Using warped language models to correct speech recognition errors
Model using ASR hypotheses as extra inputs reduces word error rate of human transcriptions by almost 11%.
Language-related machine learning applications have made great strides in recent years, thanks in part to masked language models such as BERT: during training, sentences are fed to the models with certain words either masked out or replaced with random substitutions, and the models learn to output complete and corrected sentences.
The success of masked language models has led to the development of warped language models, which add insertions and deletions to the menu of possible alterations. Warped language models were designed specifically to address the types of errors common in automatic speech recognition (ASR), so they could serve as the basis for ASR models.
In a paper we presented at this year’s Interspeech, we describe how to use warped language models, not during ASR, but to correct ASR output — or to correct the human transcriptions of speech used to train ASR models.
This new use case required us to modify the design of warped language models so that they not only output text strings but also classify the errors in the input strings. From that information, we can produce a corrected text even when its word count differs from that of the input.
Since ASR models output not a single transcript of input speech but a ranked list of hypotheses, we also experimented with using multiple hypotheses as inputs to our error correction model. With the human transcriptions, we generated the hypotheses by subjecting the transcribed speech to ASR.
We found that the multiple-hypothesis approach had particular benefits for the correction of human transcription errors. There, it was able to reduce the word error rate by about 11%. For ASR outputs, the same model reduced the word error rate by almost 6%.
Warped language models
A warped language model outputs a token — either a word or a special symbol, such as a blank when it detects a spurious insertion — for each word of its input. This means, however, that it can’t fully correct word deletions: it has to choose between outputting the dropped word or the input word at the current position.
We adapt the basic architecture of the warped language model so that, for each input token, it predicts both an output token and a warping operation.
Our model still outputs a single token for each input token, but from the combination of the token and the warping operation, a simple correction algorithm can deduce the original input.
The figure below, for example, depicts our model’s handling of the input sentence “I saying that table I [mask] apples place oranges.” The middle row indicates our model’s output: first, an operation name, and second, an output token. When our model replaces the input “saying” with the output “was” and flags the operation as “drop”, the correction algorithm deduces that the sentence should have begun “I was saying”, not “I saying”.

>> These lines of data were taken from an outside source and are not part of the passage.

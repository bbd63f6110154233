"""Sections recomputed without the library: by the hand method in exact fractions, by corner pieces, and by sympy.

Dimensions are invented; nothing here is compared with what the library printed before.
"""

from __future__ import annotations

from dataclasses import dataclass
from fractions import Fraction
from math import cos, isclose, pi, radians, sin, sqrt

import mpmath
import pytest
import sympy

from tests.published import hand
from tests.published.awaited import awaited_chapter
from tests.published.published import Row, rows
from tests.published.sections import Section, block
from tests.published.tables import rolled_block, wall

EXACT = 1e-12
CHORDED = 1e-7  # the tapered channel by hand is a polygon of 4000 chords an arc


@dataclass(frozen=True)
class Rectangle:
    """Width, height and centre of a rectangle, and what its area counts."""

    b: Fraction
    h: Fraction
    x: Fraction
    y: Fraction
    weight: Fraction = Fraction(1)


def rectangle(b: float, h: float, x: float, y: float, weight: Fraction | int = 1) -> Rectangle:
    return Rectangle(*(Fraction(str(size)) for size in (b, h, x, y)), Fraction(weight))


@dataclass(frozen=True)
class ByHand:
    """The hand method: sums of areas and first moments, then the parallel-axis theorem, in fractions."""

    parts: tuple[Rectangle, ...]

    @property
    def A(self) -> Fraction:
        return sum((part.weight * part.b * part.h for part in self.parts), Fraction(0))

    @property
    def x(self) -> Fraction:
        return sum((part.weight * part.b * part.h * part.x for part in self.parts), Fraction(0)) / self.A

    @property
    def y(self) -> Fraction:
        return sum((part.weight * part.b * part.h * part.y for part in self.parts), Fraction(0)) / self.A

    @property
    def Ix(self) -> Fraction:
        y = self.y
        terms = (part.weight * part.b * part.h * (part.h**2 / 12 + (part.y - y) ** 2) for part in self.parts)
        return sum(terms, Fraction(0))

    @property
    def Iy(self) -> Fraction:
        x = self.x
        terms = (part.weight * part.b * part.h * (part.b**2 / 12 + (part.x - x) ** 2) for part in self.parts)
        return sum(terms, Fraction(0))

    @property
    def Ixy(self) -> Fraction:
        x, y = self.x, self.y
        terms = (part.weight * part.b * part.h * (part.x - x) * (part.y - y) for part in self.parts)
        return sum(terms, Fraction(0))


def agree(section: Section, expected: object, tolerance: float = EXACT) -> None:
    """A, centroid and second moments of a section against the same properties computed elsewhere."""
    A, second = float(expected.A), float(expected.Ix + expected.Iy)  # type: ignore[attr-defined]
    sizes = {"A": A, "x": sqrt(second / A), "y": sqrt(second / A), "Ix": second, "Iy": second, "Ixy": second}
    for symbol, size in sizes.items():
        by_hand = float(getattr(expected, symbol))
        assert isclose(section.totals[symbol], by_hand, rel_tol=0.0, abs_tol=size * tolerance), symbol


def test_a_crane_girder_with_a_channel_cap_is_the_sum_of_its_rectangles() -> None:
    # Plate girder 780 deep; the channel 320 x 80 lies over its top flange, web up, flanges hanging down outside it.
    girder = {"shape": "I", "h": 780.0, "b": 260.0, "tw": 12.0, "tf": 18.0, "x": 0.0, "y": 0.0, "datum": "bottom"}
    cap = {"shape": "channel", "h": 320.0, "b": 80.0, "tw": 10.0, "tf": 13.0, "x": 0.0, "y": 750.0, "turn": -90.0}
    cap["datum"] = "centre"
    expected = ByHand(
        (
            rectangle(260, 18, 0, 9),
            rectangle(12, 744, 0, 390),
            rectangle(260, 18, 0, 771),
            rectangle(320, 10, 0, 785),
            rectangle(13, 70, -153.5, 745),
            rectangle(13, 70, 153.5, 745),
        )
    )
    section = Section(block("mm", girder, cap))
    agree(section, expected)
    top, modulus = section.fibre("top")
    assert isclose(top, float(790 - expected.y), rel_tol=EXACT)
    assert isclose(modulus, float(expected.Ix / (790 - expected.y)), rel_tol=EXACT)
    assert isclose(section.fibre("left")[0], 160.0, rel_tol=EXACT)


def test_a_crane_girder_with_angles_under_its_flange_is_the_sum_of_its_rectangles() -> None:
    girder = {"shape": "I", "h": 700.0, "b": 240.0, "tw": 10.0, "tf": 16.0, "x": 0.0, "y": 0.0, "datum": "bottom"}
    # Two angles 90 x 60 x 8 against the web, their long legs up under the top flange: heels at (±5, 684), turned over.
    right = {"shape": "angle", "h": 90.0, "b": 60.0, "t": 8.0, "x": 5.0, "y": 684.0, "turn": -90.0}
    left = {"shape": "angle", "h": 60.0, "b": 90.0, "t": 8.0, "x": -5.0, "y": 684.0, "turn": 180.0}
    right["datum"] = left["datum"] = "bottom left"
    expected = ByHand(
        (
            rectangle(240, 16, 0, 8),
            rectangle(10, 668, 0, 350),
            rectangle(240, 16, 0, 692),
            # turned by -90 about its heel the upright leg 90 lies to the right, the lying leg 60 hangs down
            rectangle(90, 8, 50, 680),
            rectangle(8, 52, 9, 650),
            # turned by 180 about its heel: 90 to the left, 60 down
            rectangle(90, 8, -50, 680),
            rectangle(8, 52, -9, 650),
        )
    )
    agree(Section(block("mm", girder, right, left)), expected)


def test_a_boxed_column_with_a_hole_is_its_plates_less_the_hole() -> None:
    column = {"shape": "I", "h": 280.0, "b": 220.0, "tw": 9.0, "tf": 15.0}
    sides = [{"shape": "rectangle", "b": 12.0, "h": 250.0, "x": x} for x in (-104.0, 104.0)]
    hole = {"shape": "rectangle", "b": 26.0, "h": 15.0, "x": 40.0, "y": 132.5, "sign": -1.0}
    expected = ByHand(
        (
            rectangle(220, 15, 0, 132.5),
            rectangle(220, 15, 0, -132.5),
            rectangle(9, 250, 0, 0),
            rectangle(12, 250, -104, 0),
            rectangle(12, 250, 104, 0),
            rectangle(26, 15, 40, 132.5, -1),
        )
    )
    agree(Section(block("mm", column, *sides, hole)), expected)


def test_a_flitch_beam_counts_its_steel_by_the_modular_ratio() -> None:
    ratio = Fraction(210, 11)
    timber = [{"shape": "rectangle", "b": 70.0, "h": 320.0, "x": x, "n": 1.0} for x in (-40.0, 40.0)]
    plate = {"shape": "rectangle", "b": 10.0, "h": 260.0, "y": -20.0, "n": float(ratio)}
    expected = ByHand((rectangle(70, 320, -40, 0), rectangle(70, 320, 40, 0), rectangle(10, 260, 0, -20, ratio)))
    section = Section(block("mm", *timber, plate))
    agree(section, expected)
    assert isclose(section.fibre("top")[1], float(expected.Ix / (160 - expected.y)), rel_tol=EXACT)


def test_a_rolled_beam_loses_its_bolt_holes() -> None:
    # h 300 b 150 tw 7.1 tf 10.7 r 15, four holes of 22 through the flanges at 40 from the middle.
    beam = {"shape": "I", "h": 300.0, "b": 150.0, "tw": 7.1, "tf": 10.7, "r": 15.0, "x": 75.0, "y": 150.0}
    corners = [(x, y) for x in (35.0, 115.0) for y in (5.35, 294.65)]
    holes = [{"shape": "rectangle", "b": 22.0, "h": 10.7, "x": x, "y": y, "sign": -1.0} for x, y in corners]
    expected = hand.i_section(300, 150, 7.1, 10.7, 15)
    for x, y in corners:
        expected.rectangle(x - 11, y - 5.35, x + 11, y + 5.35, -1)
    agree(Section(block("mm", beam, *holes)), expected)


def test_a_beam_strengthened_by_a_plate_below_moves_its_centroid() -> None:
    beam = {"shape": "I", "h": 190.0, "b": 200.0, "tw": 6.5, "tf": 10.0, "r": 18.0, "y": 0.0, "datum": "bottom left"}
    plate = {"shape": "rectangle", "b": 180.0, "h": 12.0, "x": 10.0, "y": -12.0, "datum": "bottom left"}
    expected = hand.i_section(190, 200, 6.5, 10, 18).rectangle(10, -12, 190, 0)
    section = Section(block("mm", beam, plate))
    agree(section, expected)
    assert isclose(section.fibre("bottom")[1], float(expected.Ix / (expected.y + 12)), rel_tol=EXACT)


def test_a_rolled_crane_beam_with_a_rolled_channel_cap_keeps_its_fillets() -> None:
    # I 500 x 200 x 10.2 x 16 r 21; channel 300 x 100 x 9.5 x 15 r 15 over it, web up, flanges outside the flange.
    beam = {"shape": "I", "h": 500.0, "b": 200.0, "tw": 10.2, "tf": 16.0, "r": 21.0, "x": 0.0, "y": 0.0}
    beam["datum"] = "bottom"
    cap = {"shape": "channel", "h": 300.0, "b": 100.0, "tw": 9.5, "tf": 15.0, "r": 15.0, "x": 0.0, "y": 509.5}
    cap |= {"datum": "left", "turn": -90.0}
    expected = hand.HandTotals().rectangle(-150, 500, 150, 509.5)
    for side in (1, -1):
        expected.rectangle(min(side * 135, side * 150), 409.5, max(side * 135, side * 150), 500)
        expected.corner(side * 135, 500, -side, -1, 15)
        expected.corner(side * 5.1, 16, side, 1, 21).corner(side * 5.1, 484, side, -1, 21)
    expected.rectangle(-100, 0, 100, 16).rectangle(-100, 484, 100, 500).rectangle(-5.1, 16, 5.1, 484)
    agree(Section(block("mm", beam, cap)), expected)


def test_the_principal_axes_of_a_strengthened_angle_are_the_eigenvectors_of_its_tensor() -> None:
    # An angle 150 x 100 x 12 with a plate 100 x 10 on the back of its long leg.
    angle = {"shape": "angle", "h": 150.0, "b": 100.0, "t": 12.0, "x": 0.0, "y": 0.0, "datum": "bottom left"}
    plate = {"shape": "rectangle", "b": 10.0, "h": 100.0, "x": -10.0, "y": 0.0, "datum": "bottom left"}
    expected = ByHand((rectangle(12, 150, 6, 75), rectangle(88, 12, 56, 6), rectangle(10, 100, -5, 50)))
    section = Section(block("mm", angle, plate))
    agree(section, expected)
    Ix, Iy, Ixy = (
        sympy.Rational(value.numerator, value.denominator) for value in (expected.Ix, expected.Iy, expected.Ixy)
    )
    # About a direction (cos, sin) the second moment is Ix cos² + Iy sin² - 2 Ixy sin cos.
    tensor = sympy.Matrix([[Ix, -Ixy], [-Ixy, Iy]])
    (I2, _, (minor,)), (I1, _, (major,)) = sorted(tensor.eigenvects(), key=lambda each: float(each[0]))
    assert isclose(section.principal["I1"], float(I1), rel_tol=EXACT)
    assert isclose(section.principal["I2"], float(I2), rel_tol=EXACT)
    assert isclose(section.principal["r2"], float(sympy.sqrt(I2 / sympy.Rational(str(expected.A)))), rel_tol=EXACT)
    slope = sympy.tan(sympy.pi * sympy.Float(section.principal["angle"], 30) / 180)
    assert isclose(float(slope), float(major[1] / major[0]), rel_tol=1e-10)
    assert minor.dot(major).equals(0)


def test_the_principal_moduli_of_an_angle_follow_from_its_outline_turned() -> None:
    # Angle 100 x 65 x 8, r 10, toes 5: the outline with its arcs in chords, turned into the principal axes.
    h, b, t, r1, r2 = 100.0, 65.0, 8.0, 10.0, 5.0
    outline = [(0.0, 0.0), (b, 0.0), *hand.arc((b - r2, t - r2), r2, 0.0, pi / 2)]
    outline += [*hand.arc((t + r1, t + r1), r1, -pi / 2, -pi), *hand.arc((t - r2, h - r2), r2, 0.0, pi / 2), (0.0, h)]
    section = Section(block("mm", {"shape": "angle", "h": h, "b": b, "t": t, "r": r1, "r2": r2}))
    turn = section.principal["angle"]
    c, s = cos(radians(turn)), sin(radians(turn))
    turned = [(c * x + s * y, c * y - s * x) for x, y in outline]
    expected = hand.polygon(turned)
    assert abs(expected.Ixy) < 1e-6 * expected.Ix
    reach = {
        "top": (max(y for _, y in turned) - expected.y, expected.Ix),
        "bottom": (expected.y - min(y for _, y in turned), expected.Ix),
        "left": (expected.x - min(x for x, _ in turned), expected.Iy),
        "right": (max(x for x, _ in turned) - expected.x, expected.Iy),
    }
    for side, distance, modulus in section.call("CS_FIBRES", turn):
        by_hand, second_moment = reach[side]
        assert isclose(distance, float(by_hand), rel_tol=CHORDED), side
        assert isclose(modulus, float(second_moment / by_hand), rel_tol=CHORDED), side


@pytest.mark.parametrize(("unit", "millimetres"), [("mm", 1.0), ("cm", 10.0), ("m", 1000.0), ("in", 25.4)])
def test_a_section_is_the_same_in_every_unit(unit: str, millimetres: float) -> None:
    sizes = {"h": 300.0, "b": 150.0, "tw": 7.1, "tf": 10.7, "r": 15.0}
    part = {"shape": "I", **{name: size / millimetres for name, size in sizes.items()}}
    expected = hand.i_section(*sizes.values())
    listed = {symbol: (value, named) for symbol, value, named in Section(block(unit, part)).call("CS_TOTALS")}
    for symbol, power, sign in (("A", 2, "²"), ("Ix", 4, "⁴"), ("Iy", 4, "⁴"), ("rx", 1, "")):
        value, named = listed[symbol]
        by_hand = mpmath.sqrt(expected.Ix / expected.A) if symbol == "rx" else getattr(expected, symbol)
        assert named == f"{unit}{sign}"
        assert isclose(value * millimetres**power, float(by_hand), rel_tol=EXACT)


def test_moments_about_any_axes_are_the_integrals_sympy_finds() -> None:
    # A right triangle with legs 90 and 60 about axes through (20, -15).
    x, y = sympy.symbols("x y")
    region = ((y, 0, 60 * (1 - x / 90)), (x, 0, 90))
    part = {"shape": "triangle", "b": 90.0, "h": 60.0, "a": 0.0, "x": 0.0, "y": 0.0, "datum": "bottom left"}
    about = Section(block("mm", part)).about(20.0, -15.0)
    for symbol, integrand in (("Ix", (y + 15) ** 2), ("Iy", (x - 20) ** 2), ("Ixy", (x - 20) * (y + 15))):
        assert isclose(about[symbol], float(sympy.integrate(integrand, *region)), rel_tol=EXACT)


def rolled_by_hand(row: Row) -> hand.HandTotals:
    size = row.number
    match row.source.shape:
        case "I" | "T" as shape:
            if "kdes" in row.given:
                own = (size("d"), size("bf"), size("tw"), size("tf"), size("kdes") - size("tf"))
            else:
                own = (size("h"), size("b"), size("tw"), size("tf"), size("r"))
            return hand.i_section(*own) if shape == "I" else hand.tee(*own)
        case "U":
            return hand.channel(*(size(name) for name in ("h", "b", "tw", "tf", "r")))
        case "UPN":
            names = ("h", "b", "tw", "tf", "tf_at", "slope", "r1", "r2")
            return hand.tapered_channel(*(size(name) for name in names))
        case "L":
            r1, r2 = (float(row.given.get(name, 0)) for name in ("r1", "r2"))
            return hand.angle(size("a"), size("b"), size("t"), r1, r2)
        case "RHS":
            return hand.box(size("H"), size("B"), wall(row), size("ro"), size("ri"))
        case "CHS":
            return hand.tube(size("D"), wall(row))
        case "":
            return hand.lipped_channel(*(size(name) for name in ("D", "B", "d", "t", "R")))
    mean, outstand_middle = size("tf_mean"), (size("tw") + size("bf")) / 2
    return hand.tapered_channel(size("d"), size("bf"), size("tw"), mean, outstand_middle, 1 / 6, 0.0, 0.0)


def one_row_a_section() -> list[Row]:
    """One row for every section of the tables; the sections of the same dimensions in two tables both."""
    tables = [
        row
        for row in rows()
        if awaited_chapter(row) is None
        and row.source.group not in ("figure", "worked example")
        and "Access" not in row.source.name
    ]
    return list({(row.source.name, row.section): row for row in tables}.values())


@pytest.mark.parametrize("row", one_row_a_section(), ids=lambda row: f"{row.section} ({row.source.name})")
def test_a_rolled_section_is_rectangles_and_corner_pieces(row: Row) -> None:
    agree(Section(rolled_block(row)), rolled_by_hand(row), CHORDED if row.source.shape.startswith("UPN") else EXACT)
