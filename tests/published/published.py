"""Published values as they are printed, and how closely a computed value must meet them.

`published("0.1406")` is the number as printed; anything within half a unit of its last digit equals it, so the
tolerance is read off the page and not chosen. A source is one CSV file under sources/, named by source and edition.
"""

from __future__ import annotations

import csv
import re
from collections.abc import Iterator, Mapping
from dataclasses import dataclass
from decimal import Decimal
from functools import cache
from pathlib import Path

__all__ = ["SOURCES", "Published", "Row", "Source", "published", "rows", "sources"]

SOURCES = Path(__file__).parent / "sources"
EXACT_FORMULA = 2e-6  # relative tolerance of a row whose value is an exact formula's, unless its note says otherwise
ROUNDING_SLACK = 1e-9  # of half a unit: binary fractions of the very half (12.25 against 12.3) must not decide


@dataclass(frozen=True, eq=False)
class Published:
    """A published number; equal to every value within `half` of it."""

    printed: str
    half: float

    @property
    def value(self) -> float:
        return float(self.printed)

    def halves(self, computed: float) -> float:
        """Distance of a computed value in half units of the last digit, at most 1 where it reproduces."""
        return abs(computed - self.value) / self.half

    def __eq__(self, computed: object) -> bool:
        return isinstance(computed, int | float) and self.halves(computed) <= 1 + ROUNDING_SLACK

    __hash__ = None  # type: ignore[assignment]

    def __repr__(self) -> str:
        return f"published({self.printed} ± {self.half:g})"


def published(printed: str, last_digit: str = "", note: str = "") -> Published:
    """The number as printed, with half a unit of its last digit as tolerance.

    last_digit : one unit of the last digit, where the print does not show it (29400 known to the hundred is "100");
        "exact formula: ..." for a value that was evaluated from an exact formula and not printed with fewer digits
    note : of an exact formula's row; may state another relative tolerance

    >>> 0.14058 == published("0.1406")
    True
    >>> 0.14066 == published("0.1406")
    False
    >>> 29449.0 == published("29400", last_digit="100")
    True
    """
    if last_digit.startswith("exact"):
        stated = re.search(r"tolerance of the numerical recomputation (\S+?)\)", note)
        return Published(printed, abs(float(printed)) * (float(stated[1]) if stated else EXACT_FORMULA))
    unit = Decimal(last_digit) if last_digit else Decimal((0, (1,), Decimal(printed).as_tuple().exponent))  # type: ignore[arg-type]
    return Published(printed, float(unit) / 2)


@dataclass(frozen=True)
class Source:
    """One file of published values: where they come from and who typed them from what."""

    name: str
    source: str
    group: str
    units: str
    typed: str
    shape: str = ""

    @property
    def from_memory(self) -> bool:
        return "from memory" in self.typed


@dataclass(frozen=True)
class Row:
    """One published value of one section."""

    source: Source
    id: str
    section: str
    quantity: str
    unit: str
    given: Mapping[str, str]
    printed: str
    last_digit: str
    note: str
    place: str = ""

    @property
    def value(self) -> Published:
        return published(self.printed, self.last_digit, self.note)

    @property
    def title(self) -> str:
        """What the row says, as the id of its test: section, quantity and source."""
        where = f"{self.source.name}, {self.place}" if self.place else self.source.name
        return f"{self.section}: {self.quantity} ({where}, {self.id})"

    def number(self, dimension: str) -> float:
        return float(self.given[dimension])

    def numbers(self, dimension: str) -> list[float]:
        return [float(number) for number in self.given[dimension].split()]


NOT_GIVEN = {"id", "place", "section", "quantity", "unit", "given", "printed", "last digit", "note"}


def given(record: Mapping[str, str]) -> dict[str, str]:
    """The dimensions of a row: its own columns, or the text `b = 6; h = 4` of the column given."""
    if "given" in record:
        return dict(pair.split(" = ", 1) for pair in record["given"].split("; ") if pair)
    return {name: text for name, text in record.items() if name not in NOT_GIVEN}


def read_source(path: Path) -> Iterator[Row]:
    lines = path.read_text(encoding="utf-8").splitlines()
    head = [line.removeprefix("# ") for line in lines if line.startswith("# ")]
    name, *facts = head
    if name != path.stem:
        raise ValueError(f"{path.name} is headed {name!r}")
    source = Source(name, **dict(fact.split(": ", 1) for fact in facts))
    for record in csv.DictReader(line for line in lines if not line.startswith("# ")):
        yield Row(
            source,
            given=given(record),
            last_digit=record["last digit"],
            place=record.get("place", ""),
            **{name: record[name] for name in ("id", "section", "quantity", "unit", "printed", "note")},
        )


@cache
def rows() -> tuple[Row, ...]:
    """Every published value, source by source."""
    return tuple(row for path in sorted(SOURCES.glob("*.csv")) for row in read_source(path))


def sources() -> tuple[Source, ...]:
    return tuple(dict.fromkeys(row.source for row in rows()))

The great advantage of masked (and warped) language models is that they are unsupervised: the masking (and warping) operations can be performed automatically, enabling an effectively unlimited amount of training data. Our model is similarly unsupervised: we simply modify the warping algorithm so that, when it applies an operation, it also tags the output with the operation’s name.
After training our model on a corpus of English-language texts, we fine-tuned it on the output of an ASR model for a separate set of spoken-language utterances. For each utterance, we kept the top five ASR hypotheses.
Algorithms automatically aligned the tokens of the hypotheses and standardized their lengths, adding blank tokens where necessary. We treated hypotheses two through five as warped versions of the top hypothesis, automatically computing the minimum number of warping operations required to transform the top hypothesis into an alternate hypothesis and labeling the hypothesis tokens appropriately.
For each input, our model combines all five hypotheses to produce a single vector representation (an embedding) that the model’s decoder uses to produce output strings.
During training, the model outputs a separate set of predictions for each hypothesis. This ensures the fine-tuning of the operation predictor as well as the token predictor, as the operation classifications will differ for each hypothesis, even if the token strings are identical. At run time, however, we keep only the output corresponding to the top-ranked ASR hypothesis.
Without fine-tuning on the ASR hypotheses, our model reduced the word error rate of ASR model outputs by 5%. But it slightly increased the word error rate on the human transcriptions of speech. This is probably because the human-transcribed speech, even when erroneous, is still syntactically and semantically coherent, so errors are hard to identify. The addition of the alternate ASR hypotheses, however, enables the correction model to exploit additional information in the speech signal itself, leading to a pronounced reduction in word error rate.